Published online 2009 June 24. doi:  10.1093/hmg/ddp292
PMCID: PMC2729668

Common body mass index-associated variants confer risk of extreme obesity


To investigate the genetic architecture of severe obesity, we performed a genome-wide association study of 775 cases and 3197 unascertained controls at ~550 000 markers across the autosomal genome. We found convincing association to the previously described locus including the FTO gene. We also found evidence of association at a further six of 12 other loci previously reported to influence body mass index (BMI) in the general population and one of three associations to severe childhood and adult obesity and that cases have a higher proportion of risk-conferring alleles than controls. We found no evidence of homozygosity at any locus due to identity-by-descent associating with phenotype which would be indicative of rare, penetrant alleles, nor was there excess genome-wide homozygosity in cases relative to controls. Our results suggest that variants influencing BMI also contribute to severe obesity, a condition at the extreme of the phenotypic spectrum rather than a distinct condition.

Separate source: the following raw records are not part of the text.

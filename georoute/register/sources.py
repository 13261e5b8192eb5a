"""Read the bytes of a file; what stands in the way becomes a finding."""

from __future__ import annotations

from typing import TYPE_CHECKING

from georoute.register.codes import Code, new_finding
from georoute.register.tables import UnreadableFileError

if TYPE_CHECKING:
    from pathlib import Path

__all__ = ["bytes_of"]

_FOLDERS = frozenset({".gdb"})


def bytes_of(path: Path) -> bytes:
    """Read a file whole; a folder is read only where a format is one.

    Parameters
    ----------
    path
        The file.

    Returns
    -------
    bytes
        Its content.

    Raises
    ------
    UnreadableFileError
        If there is no such file, or it cannot be read.
    """
    try:
        if path.is_dir() and path.suffix.casefold() in _FOLDERS:
            return b"".join(part.read_bytes() for part in sorted(path.iterdir()) if part.is_file())
        return path.read_bytes()
    except FileNotFoundError as error:
        fault = new_finding(
            Code.FILE_NOT_FOUND,
            "there is no such file",
            f"look at the path; it was looked for in the folder {_folder_words(path)}",
        )
        raise UnreadableFileError([fault]) from error
    except IsADirectoryError as error:
        fault = new_finding(Code.NOT_READABLE, "this is a folder", "name the file in it")
        raise UnreadableFileError([fault]) from error
    except (OSError, ValueError) as error:
        reason = getattr(error, "strerror", None) or str(error)
        fault = new_finding(
            Code.NOT_READABLE,
            f"the file cannot be read: {reason}",
            "close the program that holds it, or ask for the right to read it",
        )
        raise UnreadableFileError([fault]) from error


def _folder_words(path: Path) -> str:
    return "you are in" if str(path.parent) == "." else f"`{path.parent}`"
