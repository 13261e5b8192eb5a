"""Choose the reader by the name of the file, and hash what is read."""

from __future__ import annotations

import hashlib
from dataclasses import replace
from typing import TYPE_CHECKING

from georoute.register.codes import Code, new_finding
from georoute.register.delimited import read_delimited
from georoute.register.headers import known_headers
from georoute.register.sources import bytes_of
from georoute.register.tables import UnreadableFileError

if TYPE_CHECKING:
    from collections.abc import Mapping
    from pathlib import Path

    from georoute.domain.findings import Finding
    from georoute.register.tables import RawTable

__all__ = ["load_table"]

_DELIMITED = frozenset({".csv", ".tsv", ".txt"})
_WORKBOOK = frozenset({".xlsx", ".xlsm"})
_OLD_WORKBOOK = frozenset({".xls", ".xlsb"})
_SIDE_FILES = (".dbf", ".shx", ".prj", ".cpg")
"""What belongs to a shapefile besides its .shp, in the order it is hashed."""


def load_table(
    path: Path, *, mapping: Mapping[str, str], sheet: str | None, layer: str | None
) -> tuple[RawTable, str]:
    """Read the table of a file; readers are imported where they are used.

    Parameters
    ----------
    path
        The file; its suffix tells the format.
    mapping
        Headers of the file by canonical column name.
    sheet
        Sheet of a workbook, where one is chosen.
    layer
        Layer of a vector file, where one is chosen.

    Returns
    -------
    table : RawTable
        Headers, rows, and what was found while reading.
    digest : str
        SHA-256 of the file's content, in hexadecimal digits.

    Raises
    ------
    UnreadableFileError
        If the file cannot be read at all.
    """
    suffix = path.suffix.casefold()
    data = bytes_of(path)
    digest = hashlib.sha256(data)
    unused = []
    if suffix in _DELIMITED:
        table = read_delimited(data, known=known_headers(mapping))
        unused = [("sheet", sheet), ("layer", layer)]
    elif suffix in _WORKBOOK:
        from georoute.register.workbook import read_workbook  # noqa: PLC0415 - slow to import

        table = read_workbook(data, sheet=sheet)
        unused = [("layer", layer)]
    elif suffix in _OLD_WORKBOOK:
        fault = new_finding(
            Code.UNKNOWN_FORMAT,
            f"`{suffix}` workbooks cannot be read",
            "save it as .xlsx in the spreadsheet program",
        )
        raise UnreadableFileError([fault])
    else:
        from georoute.register.vector import read_vector  # noqa: PLC0415 - slow to import

        table = read_vector(path, layer=layer)
        for side in _SIDE_FILES if suffix == ".shp" else ():
            digest.update(path.with_suffix(side).read_bytes() if _is_side(path, side) else b"")
        unused = [("sheet", sheet)]
    notes = [_not_used(name, value) for name, value in unused if value is not None]
    return replace(table, findings=(*table.findings, *notes)), digest.hexdigest()


def _is_side(path: Path, side: str) -> bool:
    return path.with_suffix(side).is_file()


def _not_used(name: str, value: str) -> Finding:
    return new_finding(
        Code.SETTING_NOT_USED,
        f"the setting `{name}` does not apply to a file of this format",
        "take the setting out",
        column=name,
        value=value,
    )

The prevalence of extreme obesity, defined as a body mass index (BMI) above 40, is increasingly high in developed countries: the most recent estimates of prevalence in the USA are between 2.2 and 4.4%, with the 20- to 39-year-old age group showing the greatest increase from previous studies (1). Rare mutations in genes encoding the melanocortin 4 receptor, the leptin receptor, small nuclear ribonucleoprotein polypeptide N/necdin and other genes (2,3) have been shown to underlie extreme obesity in family studies, but are not sufficiently frequent to explain the high prevalence in the general population. To search for additional, more frequent genetic variants that could contribute to extreme obesity, we carried out a genome-wide association analysis of 775 bariatric surgery patients (mean BMI = 50.6) compared with 3197 publicly available controls from the general population. We find that variants near the gene FTO, previously associated with increased BMI, are associated with increased risk of extreme obesity with genome-wide statistical significance; six of 12 other loci previously shown to affect BMI in population samples also have nominal associations to extreme obesity, suggesting an overlap between the genetic contributors to BMI in the general population and the variants that predispose to extreme obesity.

We performed genome-wide genotyping of 655 130 single nucleotide polymorphisms (SNPs) of 972 individuals, including 841 self-identified Caucasians, with BMI > 33.3 (mean 50.61, 722 Caucasians with BMI > 40; see Supplementary Material, Fig. S1) recruited at the Massachusetts General Hospital Weight Center. We obtained publicly available genotypes for 3294 anonymous Caucasian samples genotyped on a comparable Illumina platform (see Materials and Methods). After removing markers and individuals with low-quality data, individuals with appreciable non-European ancestry and correcting for residual stratification, we performed an association study on 775 Caucasian cases and 3197 unascertained controls using 457 251 SNPs. We observed only a modest inflation of association statistics with λGC = 1.05 (4), equivalent to 1.04 in a symmetric design totaling 2000 samples (5) suggesting little systematic bias remains in our analysis and that our cases and controls were well matched by ancestry. We calculate that our case–control design of extreme cases, and unascertained controls is equivalent to quantitative trait analysis in a population sample of ~4300 (see Materials and Methods).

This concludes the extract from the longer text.